I have data from issues in a table with the following schema.
CREATE TABLE if not EXISTS issues ( id int, created_at DATE, deleted_at DATE ); INSERT INTO issues VALUES (1, '2020-01-01', '2020-01-02'), (2, '2020-01-02', '2020-01-05'), (3, '2020-01-04', '2020-01-03'), (4, '2020-01-04', '2020-01-07'), (5, '2020-01-04', '2020-01-07');
I want to know how many issues are open every day using PostgreSQL. We consider an issue being open at date x if:
x >= created_at
x <= deleted_at
There may be days where no issues were created or deleted, as in the example. How can I do the query to obtain how many issues are open every day?
Advertisement
Answer
A simple method uses generate_series()
:
select gs.dte, count(*) from issues i cross join lateral generate_series(i.created_at, i.deleted_at, interval '1 day') gs(dte) group by gs.dte order by gs.dte;
Here is a db<>fiddle.
The above skips dates with no issues.
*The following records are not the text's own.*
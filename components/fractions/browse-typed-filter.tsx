'use client';
import { useEffect, useRef, useState } from 'react';
import { Field } from '@/components/ui/field';

type TypedFilterProps = { label: string; hint: string; value: string; onChange: (value: string) => void };

/** A filter that is typed: it takes effect after a short pause, so that the list does not jump at each letter. */
export function TypedFilter({ label, hint, value, onChange }: TypedFilterProps) {
  const [text, setText] = useState(value);
  const [seen, setSeen] = useState(value);
  // The address changed from outside, for example by a chip: follow it, unless it is what was typed here.
  if (value !== seen) {
    setSeen(value);
    if (value !== text.trim()) setText(value);
  }
  const change = useRef(onChange);
  useEffect(() => {
    change.current = onChange;
  });
  useEffect(() => {
    if (text.trim() === value) return;
    const timer = setTimeout(() => change.current(text.trim()), 350);
    return () => clearTimeout(timer);
  }, [text, value]);
  return (
    <Field
      label={label}
      hint={hint}
      value={text}
      autoComplete="off"
      onChange={(event) => setText(event.target.value)}
    />
  );
}
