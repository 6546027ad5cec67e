import { StateMark } from '@/components/states/state-mark';
import { DefinitionList } from '@/components/ui/definition-list';
import type { FractionSheet } from '@/lib/acceptance/fraction-sheet-schema';
import { formatPressure } from '@/lib/units/pressure';

/** Refractometer readings, the newest first; the newest is the one that is judged. */
export function SheetRefractive({ readings }: { readings: FractionSheet['refractiveReadings'] }) {
  if (readings.length === 0) return <p className="text-ink-soft">No refractometer reading yet.</p>;
  return (
    <ul className="flex flex-col gap-4">
      {readings.map((reading, at) => (
        <li key={reading.id} className="rounded border border-line bg-paper-raised px-4 py-3">
          <p className="mb-1 flex flex-wrap items-center gap-2">
            <StateMark state={reading.state} size="sm" />
            <span className="text-sm text-ink-soft">
              {at === 0 ? 'judged' : 'earlier'}; {reading.readBy},{' '}
              {reading.createdAt.slice(0, 16).replace('T', ' ')} UTC
            </span>
          </p>
          <DefinitionList
            columns={2}
            items={[
              {
                term: `Mean of ${reading.readings.length}`,
                value: reading.meanN.toFixed(4),
                condition: `at ${reading.temperatureC.toFixed(1)} °C, ${reading.wavelengthNm} nm`,
              },
              {
                term: 'Corrected',
                value: reading.correctedN?.toFixed(4) ?? null,
                condition: reading.atTemperatureC === null ? null : `at ${reading.atTemperatureC} °C`,
              },
              {
                term: 'Literature',
                value: reading.literature?.n.toFixed(4) ?? null,
                condition: reading.literature ? `at ${reading.literature.temperatureC} °C` : null,
                source: reading.literature?.source,
              },
              {
                term: 'Difference',
                value: reading.difference?.toFixed(4) ?? null,
                condition:
                  reading.expandedUncertainty === null ? null : `± ${reading.expandedUncertainty.toFixed(4)}`,
              },
            ]}
          />
        </li>
      ))}
    </ul>
  );
}

/** Head temperatures against the boiling point expected at the recorded pressure. */
export function SheetBoilingRange({ range }: { range: FractionSheet['boilingRange'] }) {
  const value = (number: number | null) => number?.toFixed(1) ?? null;
  return (
    <div className="rounded border border-line bg-paper-raised px-4 py-3">
      <StateMark state={range.state} size="sm" />
      <p className="my-1">{range.reason}</p>
      <DefinitionList
        columns={2}
        items={[
          {
            term: 'Head temperature',
            value:
              range.lowC === null || range.highC === null
                ? null
                : `${value(range.lowC)} to ${value(range.highC)}`,
            unit: '°C',
            condition:
              range.pressureMbar === null
                ? 'pressure not recorded'
                : `at ${formatPressure(range.pressureMbar)}`,
          },
          {
            term: 'Expected',
            value: value(range.expectedC),
            unit: '°C',
            condition: range.uncertaintyC === null ? null : `± ${value(range.uncertaintyC)} °C, all errors`,
            source: range.source,
          },
        ]}
      />
      {range.notes.map((note) => (
        <p key={note} className="mt-1 text-sm text-ink-soft">
          {note}
        </p>
      ))}
    </div>
  );
}
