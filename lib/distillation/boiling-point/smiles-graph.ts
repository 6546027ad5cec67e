/** One heavy atom of a structure: its element, whether written as aromatic, its charge, and its bonds. */
export type GraphAtom = {
  element: string;
  aromatic: boolean;
  charge: number;
  /** Hydrogens written in a bracket atom; null where they are implied by the valence. */
  writtenHydrogens: number | null;
  bonds: { to: number; order: number }[];
};

const TOKEN = /(\[[^\]]+\])|(Cl|Br|[BCNOPSFI]|[bcnops])|(%\d\d|\d)|([-=#:/\\])|(\()|(\))|(\.)/y;
const BRACKET = /^\[\d*([A-Z][a-z]?|[a-z]{1,2}|\*)(@{0,2})(H\d?)?([+-]\d?|\+\++|--+)?(?::\d+)?\]$/;
const ORDER: Readonly<Record<string, number>> = { '-': 1, '=': 2, '#': 3, ':': 1.5, '/': 1, '\\': 1 };

/**
 * Reads a SMILES text (OpenSMILES specification) into atoms and bonds: organic subset, brackets, branches and ring
 * closures. Stereo marks are read over. Null where the text is not understood, so that the caller can say
 * "structure not known" rather than guess.
 */
export function readSmiles(smiles: string): GraphAtom[] | null {
  const atoms: GraphAtom[] = [];
  const branches: number[] = [];
  const rings = new Map<string, { atom: number; order: number | null }>();
  let previous = -1;
  let order: number | null = null;

  const connect = (a: number, b: number, given: number | null): void => {
    const implied = atoms[a]!.aromatic && atoms[b]!.aromatic ? 1.5 : 1;
    atoms[a]!.bonds.push({ to: b, order: given ?? implied });
    atoms[b]!.bonds.push({ to: a, order: given ?? implied });
  };

  TOKEN.lastIndex = 0;
  while (TOKEN.lastIndex < smiles.length) {
    const token = TOKEN.exec(smiles);
    if (!token) return null;
    const [text, bracket, organic, ring, bond, open, close] = token;
    if (bracket || organic) {
      const atom = bracket ? bracketAtom(bracket) : organicAtom(organic!);
      if (!atom) return null;
      atoms.push(atom);
      if (previous >= 0) connect(previous, atoms.length - 1, order);
      previous = atoms.length - 1;
      order = null;
    } else if (ring) {
      if (previous < 0) return null;
      const begun = rings.get(ring);
      if (begun) {
        connect(begun.atom, previous, order ?? begun.order);
        rings.delete(ring);
      } else rings.set(ring, { atom: previous, order });
      order = null;
    } else if (bond) order = ORDER[text]!;
    else if (open) branches.push(previous);
    else if (close) {
      if (branches.length === 0) return null;
      previous = branches.pop()!;
    } else previous = -1;
  }
  return atoms.length > 0 && branches.length === 0 && rings.size === 0 && order === null ? atoms : null;
}

function organicAtom(text: string): GraphAtom {
  const aromatic = text === text.toLowerCase();
  const element = aromatic ? text.toUpperCase() : text;
  return { element, aromatic, charge: 0, writtenHydrogens: null, bonds: [] };
}

function bracketAtom(text: string): GraphAtom | null {
  const match = BRACKET.exec(text);
  if (!match) return null;
  const symbol = match[1]!;
  const aromatic = symbol === symbol.toLowerCase() && symbol !== '*';
  const chargeText = match[4] ?? '';
  const size = /\d/.test(chargeText) ? Number(chargeText.slice(1)) : chargeText.length;
  return {
    element: symbol[0]!.toUpperCase() + symbol.slice(1),
    aromatic,
    charge: chargeText.startsWith('-') ? -size : size,
    writtenHydrogens: match[3] ? Number(match[3].slice(1) || 1) : 0,
    bonds: [],
  };
}
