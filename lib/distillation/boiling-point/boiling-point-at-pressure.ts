import { convertPressure } from '@/lib/units/pressure';
import { requireFinite, requireWithin } from '@/lib/units/require-number';
import { antoineBoilingPointC, antoineReach } from './antoine';
import { maxwellBonnellBoilingPointC, maxwellBonnellErrorC } from './maxwell-bonnell';
import { interpolate } from './solve';
import type { VapourPressureData } from './vapour-pressure-data';
import { wagnerBoilingPointC } from './wagner';

export type BoilingPointMethod = 'wagner' | 'antoine' | 'maxwell-bonnell';

export const METHOD_NAMES: Readonly<Record<BoilingPointMethod, string>> = {
  wagner: 'Wagner equation',
  antoine: 'Antoine equation',
  'maxwell-bonnell': 'Maxwell-Bonnell equation',
};

export type BoilingPointResult = {
  boilingPointC: number;
  /** Half-width that holds about 95 % of the liquids it was measured on. */
  uncertaintyC: number;
  method: BoilingPointMethod;
  source: string;
  notes: string[];
};

/** Pressures that a still is planned for, mbar: outside them no method here has a stated error. */
export const LOWEST_PRESSURE_MBAR = 0.02;
export const HIGHEST_PRESSURE_MBAR = 1999;

const LOG_MMHG = [0.1, 1, 10, 100, 300, 760].map((p) => Math.log10(p));
/**
 * 95 % agreement of the Wagner and the Antoine sets of the reference table with each other (1.0 °C at 10 to
 * 50 mmHg over 100 liquids, 0.8 °C from 100 mmHg on); below 10 mmHg few sets can be compared, so it is widened.
 */
const FITTED_C = [4, 2.5, 1, 0.9, 0.8, 0.8];

/** 95 % half-width of a fitted vapour-pressure equation at a pressure, °C. */
export function fittedEquationErrorC(pressureMbar: number): number {
  return interpolate(LOG_MMHG, FITTED_C, Math.log10(convertPressure(pressureMbar, 'mbar', 'mmHg')));
}

/**
 * Boiling point at a pressure: Wagner where there is a set that covers it, else Antoine inside its range (at most
 * 5 °C beyond it), else Maxwell-Bonnell corrected by class. The uncertainty is never less than the disagreement
 * between the sets at hand.
 *
 * @param pressureMbar absolute, 0.02 to 1999 mbar
 * @throws RangeError when the pressure is out of range or the normal boiling point is no temperature
 */
export function boilingPointAtPressure(data: VapourPressureData, pressureMbar: number): BoilingPointResult {
  requireWithin('Pressure (mbar)', pressureMbar, LOWEST_PRESSURE_MBAR, HIGHEST_PRESSURE_MBAR);
  requireFinite('Normal boiling point (°C)', data.normalBoilingPointC);
  return (
    byWagner(data, pressureMbar) ?? byAntoine(data, pressureMbar) ?? byMaxwellBonnell(data, pressureMbar)
  );
}

function byWagner(data: VapourPressureData, pressureMbar: number): BoilingPointResult | null {
  const set = data.wagner;
  if (!set) return null;
  let boilingPointC: number;
  try {
    boilingPointC = wagnerBoilingPointC(set, pressureMbar / 10);
  } catch {
    return null;
  }
  const notes: string[] = [];
  let uncertaintyC = fittedEquationErrorC(pressureMbar);
  const antoineC = antoineInside(data, pressureMbar);
  if (antoineC !== null && Math.abs(antoineC - boilingPointC) > 0.5) {
    const gap = Math.abs(antoineC - boilingPointC);
    uncertaintyC = Math.max(uncertaintyC, gap);
    notes.push(
      `The Antoine set gives ${antoineC.toFixed(1)} °C: the sources differ by ${gap.toFixed(1)} °C.`,
    );
  }
  return { boilingPointC, uncertaintyC, method: 'wagner', source: set.source, notes };
}

function antoineInside(data: VapourPressureData, pressureMbar: number): number | null {
  if (!data.antoine) return null;
  try {
    const t = antoineBoilingPointC(data.antoine, pressureMbar / 10);
    return antoineReach(data.antoine, t) === 'inside' ? t : null;
  } catch {
    return null;
  }
}

function byAntoine(data: VapourPressureData, pressureMbar: number): BoilingPointResult | null {
  const set = data.antoine;
  if (!set) return null;
  let boilingPointC: number;
  try {
    boilingPointC = antoineBoilingPointC(set, pressureMbar / 10);
  } catch {
    return null;
  }
  const reach = antoineReach(set, boilingPointC);
  if (reach === 'outside') return null;
  const notes =
    reach === 'inside' ? [] : [`Up to 5 °C beyond the range of the set, ${set.tMinC} to ${set.tMaxC} °C.`];
  const uncertaintyC = fittedEquationErrorC(pressureMbar) + (reach === 'inside' ? 0 : 0.5);
  return { boilingPointC, uncertaintyC, method: 'antoine', source: set.source, notes };
}

/** Maxwell-Bonnell with the correction of the liquid's class; the fallback that always answers. */
export function byMaxwellBonnell(data: VapourPressureData, pressureMbar: number): BoilingPointResult {
  const pressureMmHg = convertPressure(pressureMbar, 'mbar', 'mmHg');
  const association = data.associated ? (data.associationClass ?? 'other') : 'none';
  const { addC, uncertaintyC } = maxwellBonnellErrorC(pressureMmHg, association);
  const plainC = maxwellBonnellBoilingPointC(data.normalBoilingPointC, pressureMmHg);
  const notes = [
    `Estimated from the normal boiling point alone, ${data.normalBoilingPointC.toFixed(1)} °C; expected error ${uncertaintyC.toFixed(1)} °C (95 %).`,
  ];
  if (association !== 'none') {
    const sign = addC < 0 ? 'lowered' : 'raised';
    notes.push(
      `${data.name} associates: the equation's ${plainC.toFixed(1)} °C was ${sign} by ${Math.abs(addC).toFixed(1)} °C, the mean for its class.`,
    );
  }
  if (pressureMmHg < 0.1)
    notes.push('Below 0.1 mmHg the error was never measured: it is widened by a guess.');
  return {
    boilingPointC: plainC + addC,
    uncertaintyC,
    method: 'maxwell-bonnell',
    source: `Maxwell and Bonnell (1957), from the normal boiling point: ${data.normalBoilingPointSource}`,
    notes,
  };
}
One way to fix this would be to generate all dates and then:
select gs.dte, count(i.id) from (select min(created_at) as first_date, max(deleted_at) as last_date from issues i ) m cross join lateral generate_series(m.first_date, m.last_date, interval '1 day') gs(dte) left join issues i on gs.dte >= i.created_at and gs.dte <= i.deleted_at group by gs.dte order by gs.dte;
However, the first method should be more efficient if this is not necessary.